TASK GOAL — Copy, from the entries below, each line where the word "drawnBands" can be found.

Records from a collection
┄┄┄┄┄┄┄┄┄┄┄┄┄┄┄┄┄┄┄┄

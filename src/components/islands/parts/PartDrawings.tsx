/**
 * Parts drawn flat in millimetres: outline 0.3, leads 0.55, a few object colours, from above or the side, whichever
 * shows the holes. Each is a `<g>` round its own origin (named per part), for a drawing with a scale.
 */
import { drawnBands } from "#src/components/bands-picture.ts";
import type { BandColour } from "#src/partslist/run-bands.ts";

const line = { strokeWidth: 0.3, className: "stroke-outline" } as const;
const lead = { fill: "none", strokeWidth: 0.55, className: "stroke-tin-metal" } as const;

/** Origin: the middle of the body. Leads of 30 mm from end to end. */
export function Resistor({ colours, length = 30 }: { colours: readonly BandColour[]; length?: number }) {
  const scale = 6.5 / 153;
  return (
    <g>
      <path d={`M${-length / 2} 0H${length / 2}`} {...lead} />
      <path
        d="M-3.2-.9V.9C-3.2 1.3-1.9 1.2-1.7.9H1.7C1.9 1.2 3.2 1.3 3.2.9V-.9C3.2-1.3 1.9-1.2 1.7-.9H-1.7C-1.9-1.2-3.2-1.3-3.2-.9Z"
        strokeWidth={0.3}
        className="fill-band-body stroke-outline"
      />
      {drawnBands(colours, true).map((band) => (
        <rect
          key={band.x}
          x={(band.x - 103) * scale}
          y={band.height > 40 ? -1 : -0.78}
          width={band.width * scale * 1.1}
          height={band.height > 40 ? 2 : 1.56}
          fill={`var(--color-band-${band.colour})`}
        />
      ))}
    </g>
  );
}

/** Origin: the middle of the body. A small glass diode, or a black one with `power`. */
export function Diode({ power, length = 30 }: { power?: boolean; length?: number }) {
  return (
    <g>
      <path d={`M${-length / 2} 0H${length / 2}`} {...lead} />
      {power ? (
        <rect
          x={-2.6}
          y={-1.35}
          width={5.2}
          height={2.7}
          rx={0.3}
          {...line}
          className="fill-chip-body stroke-edge"
        />
      ) : (
        <rect
          x={-2}
          y={-0.9}
          width={4}
          height={1.8}
          rx={0.8}
          {...line}
          className="fill-band-orange stroke-outline"
        />
      )}
      <rect
        x={power ? 1.2 : 0.8}
        y={power ? -1.35 : -0.9}
        width={0.7}
        height={power ? 2.7 : 1.8}
        className={power ? "fill-band-silver" : "fill-band-black"}
      />
    </g>
  );
}

/** Origin: top of the dome, in its middle. 5 mm. */
export function Led({ short }: { short?: boolean }) {
  return (
    <g>
      <path d={`M-1.27 7.4V${short ? 14 : 22.4}M1.27 7.4V${short ? 12.5 : 19.4}`} {...lead} />
      <path
        d="M-2.5 7.7V2.5A2.5 2.5 0 0 1 2.5 2.5V7H2.9V7.7Z"
        {...line}
        className="fill-lens stroke-outline"
      />
      <path
        d="M-1.4 7V3.7M-1.4 3.7H-.6M.5 3.9H1.4V7"
        fill="none"
        strokeWidth={0.25}
        className="stroke-outline opacity-50"
      />
    </g>
  );
}

/** Origin: top of the can, in its middle. Standing, seen from the side. */
export function Electrolytic({
  across = 6.3,
  height = 11,
  short,
}: {
  across?: number;
  height?: number;
  short?: boolean;
}) {
  const half = across / 2;
  return (
    <g>
      <path
        d={`M-1.25 ${height}V${height + (short ? 5 : 15)}M1.25 ${height}V${height + (short ? 4 : 12)}`}
        {...lead}
      />
      <rect
        x={-half}
        width={across}
        height={height}
        rx={0.5}
        {...line}
        className="fill-sleeve stroke-outline"
      />
      <path
        d={`M${half - 1.6} .15H${half - 0.5}Q${half - 0.15} .15 ${half - 0.15} .5V${height - 0.5}Q${half - 0.15} ${height - 0.15} ${half - 0.5} ${height - 0.15}H${half - 1.6}Z`}
        className="fill-sheet"
      />
      <path
        d={`M${half - 1.2} ${height * 0.3}h.8M${half - 1.2} ${height * 0.62}h.8`}
        strokeWidth={0.3}
        className="stroke-outline"
      />
    </g>
  );
}

/** Origin: top of the body, in its middle. A ceramic disc, or a film block with `film`. */
export function Capacitor({ marking, film, short }: { marking: string; film?: boolean; short?: boolean }) {
  const foot = film ? 6.4 : 5;
  return (
    <g>
      <path d={`M-2.5 ${foot}V${foot + (short ? 6 : 13)}M2.5 ${foot}V${foot + (short ? 6 : 13)}`} {...lead} />
      {film ? (
        <rect x={-3.6} width={7.2} height={6.6} rx={0.5} {...line} className="fill-copper-wash stroke-edge" />
      ) : (
        <circle cy={3} r={3} fill="#e0b56c" strokeWidth={0.3} className="stroke-outline" />
      )}
      <text
        y={film ? 4 : 3.6}
        textAnchor="middle"
        className={`text-[1.7px] font-semibold ${film ? "fill-ink" : "fill-outline"}`}
      >
        {marking}
      </text>
    </g>
  );
}

/** Origin: top of the case, in its middle. TO-92. */
export function Transistor({ short }: { short?: boolean }) {
  const foot = short ? 11 : 18.4;
  return (
    <g>
      <path d={`M-1.27 4.6V${foot}M0 4.6V${foot}M1.27 4.6V${foot}`} {...lead} strokeWidth={0.45} />
      <rect x={-2.4} width={4.8} height={4.9} rx={0.4} {...line} className="fill-chip-body stroke-edge" />
    </g>
  );
}

/** Origin: upper left corner of the body. Fourteen pins unless told. */
export function DipChip({ marking, pins = 14 }: { marking: string; pins?: number }) {
  const across = (pins / 2) * 2.54 + 1.5;
  const feet = Array.from({ length: pins / 2 }, (_, place) => 2.02 + place * 2.54);
  return (
    <g>
      {feet.map((x) => (
        <path key={x} d={`M${x}-1.4V7.8`} fill="none" strokeWidth={0.9} className="stroke-tin-metal" />
      ))}
      <path
        d={`M.3 0H${across - 0.3}Q${across} 0 ${across} .3V6.1Q${across} 6.4 ${across - 0.3} 6.4H.3Q0 6.4 0 6.1V4.2A1 1 0 0 0 0 2.2V.3Q0 0 .3 0Z`}
        {...line}
        className="fill-chip-body stroke-edge"
      />
      <circle cx={2} cy={5.1} r={0.4} className="fill-silk" />
      <text x={across / 2} y={3.9} textAnchor="middle" className="fill-silk text-[2px] font-semibold">
        {marking}
      </text>
    </g>
  );
}

/** Origin: upper left corner. */
export function Socket({ pins = 14 }: { pins?: number }) {
  const across = (pins / 2) * 2.54 + 1.5;
  const feet = Array.from({ length: pins / 2 }, (_, place) => 2.02 + place * 2.54);
  return (
    <g>
      <rect width={across} height={10.2} {...line} className="fill-tin stroke-edge" />
      <rect x={3} y={3.2} width={across - 6} height={3.8} {...line} className="fill-sheet stroke-edge" />
      {feet.flatMap((x) => [
        <circle
          key={`${x}a`}
          cx={x}
          cy={1.5}
          r={0.8}
          strokeWidth={0.25}
          className="fill-tin-metal stroke-outline"
        />,
        <circle
          key={`${x}b`}
          cx={x}
          cy={8.7}
          r={0.8}
          strokeWidth={0.25}
          className="fill-tin-metal stroke-outline"
        />,
      ])}
    </g>
  );
}

/** Origin: the middle of its face. */
export function LightSensor({ short }: { short?: boolean }) {
  return (
    <g>
      <path d={`M-1.7 2V${short ? 10 : 14.8}M1.7 2V${short ? 10 : 14.8}`} {...lead} strokeWidth={0.4} />
      <circle r={2.55} {...line} className="fill-copper-wash stroke-edge" />
      <path
        d="M-1.6-1.1H1.5V-.2H-1.5V.7H1.6"
        fill="none"
        strokeWidth={0.35}
        className="stroke-copper-metal"
      />
    </g>
  );
}

/** Origin: the middle. */
export function Trimmer() {
  return (
    <g>
      <rect
        x={-3.1}
        y={-3.1}
        width={6.2}
        height={6.2}
        rx={0.3}
        {...line}
        className="fill-frosted stroke-edge"
      />
      <circle r={2} {...line} className="fill-sheet stroke-edge" />
      <path d="M-1.2-1.2L1.2 1.2" strokeWidth={0.6} className="stroke-edge" />
    </g>
  );
}

/** Origin: the middle of the case. */
export function SlideSwitch() {
  return (
    <g>
      <path d="M-2.54 2.2V4.9M0 2.2V4.9M2.54 2.2V4.9" {...lead} />
      <rect x={-1.1} y={-4.3} width={2.3} height={2.6} {...line} className="fill-chip-body stroke-edge" />
      <rect x={-4.3} y={-2.2} width={8.6} height={4.4} {...line} className="fill-tin-metal stroke-outline" />
    </g>
  );
}

/** Origin: the middle, seen from above. */
export function ScrewTerminal() {
  return (
    <g>
      <rect x={-5.1} y={-4} width={10.2} height={8} rx={0.3} {...line} className="fill-mask stroke-edge" />
      {[-2.54, 2.54].map((x) => (
        <g key={x}>
          <circle cx={x} r={1.8} {...line} className="fill-tin-metal stroke-outline" />
          <path d={`M${x - 1}-1l2 2`} strokeWidth={0.5} className="stroke-outline" />
        </g>
      ))}
    </g>
  );
}

/** Origin: upper left corner. Three cells of 14.5 × 50 mm, and two wires. */
export function BatteryHolder() {
  return (
    <g>
      <path
        d="M58 40.5C63 41.5 65 37 70 37.2S77 42.5 86 41.3"
        fill="none"
        strokeWidth={0.8}
        className="stroke-band-red"
      />
      <path
        d="M58 43C63 45.5 66 42 71 42.2S79 48 86 47.3"
        fill="none"
        strokeWidth={0.8}
        className="stroke-edge"
      />
      <rect width={58.2} height={48} rx={1.5} {...line} className="fill-tin stroke-edge" />
      {[2.4, 17, 31.7].map((y, place) => (
        <g key={y}>
          <rect
            x={2.5}
            y={y}
            width={53}
            height={13.9}
            rx={6.9}
            {...line}
            className="fill-sheet stroke-edge"
          />
          <path
            d={place === 1 ? "M3.6 20.5Q5.4 24 3.6 27.4" : `M54.4 ${y + 3.5}Q52.6 ${y + 7} 54.4 ${y + 10.4}`}
            fill="none"
            strokeWidth={0.5}
            className="stroke-tin-metal"
          />
          <path
            d={`M${place === 1 ? 48.5 : 5} ${y + 7}h3M${place === 1 ? 50 : 6.5} ${y + 5.5}v3M${place === 1 ? 5 : 47} ${y + 7}h3`}
            fill="none"
            strokeWidth={0.3}
            className="stroke-edge"
          />
        </g>
      ))}
    </g>
  );
}

/** Origin: the middle. A frosted disc. */
export function Disc({ across = 64 }: { across?: number }) {
  const r = across / 2;
  return (
    <g>
      <circle r={r} {...line} className="fill-frosted stroke-edge" />
      <circle r={r - 1.6} fill="none" strokeWidth={0.2} className="stroke-tin-metal" />
      <path
        d={`M${-r * 0.62}-${r * 0.45}A${r * 0.78} ${r * 0.78} 0 0 1-${r * 0.1}-${r * 0.77}`}
        fill="none"
        strokeWidth={1.6}
        strokeLinecap="round"
        className="stroke-sheet"
      />
    </g>
  );
}

/** Origin: upper left corner. A6, with a drop and a light on its cover. */
export function Booklet() {
  return (
    <g>
      <rect width={74} height={105} {...line} className="fill-sheet stroke-edge" />
      <path d="M2.4 0V105" strokeWidth={0.4} className="stroke-tin-metal" />
      <path d="M9 13H49V15.2H9ZM9 20.1H35V22.3H9Z" className="fill-ink" />
      <path
        d="M37 34C42 44 51 51 51 60A14 14 0 0 1 23 60C23 51 32 44 37 34Z"
        {...line}
        className="fill-petrol-wash stroke-edge"
      />
      <circle cx={37} cy={61} r={5.4} {...line} className="fill-lens stroke-outline" />
      <path d="M9 88H59M9 92H53M9 96H37" strokeWidth={0.5} className="stroke-rule-2" />
    </g>
  );
}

┄┄┄┄┄┄┄┄┄┄┄┄┄┄┄┄┄┄┄┄

TASK SOLUTION —
import { drawnBands } from "#src/components/bands-picture.ts";
      {drawnBands(colours, true).map((band) => (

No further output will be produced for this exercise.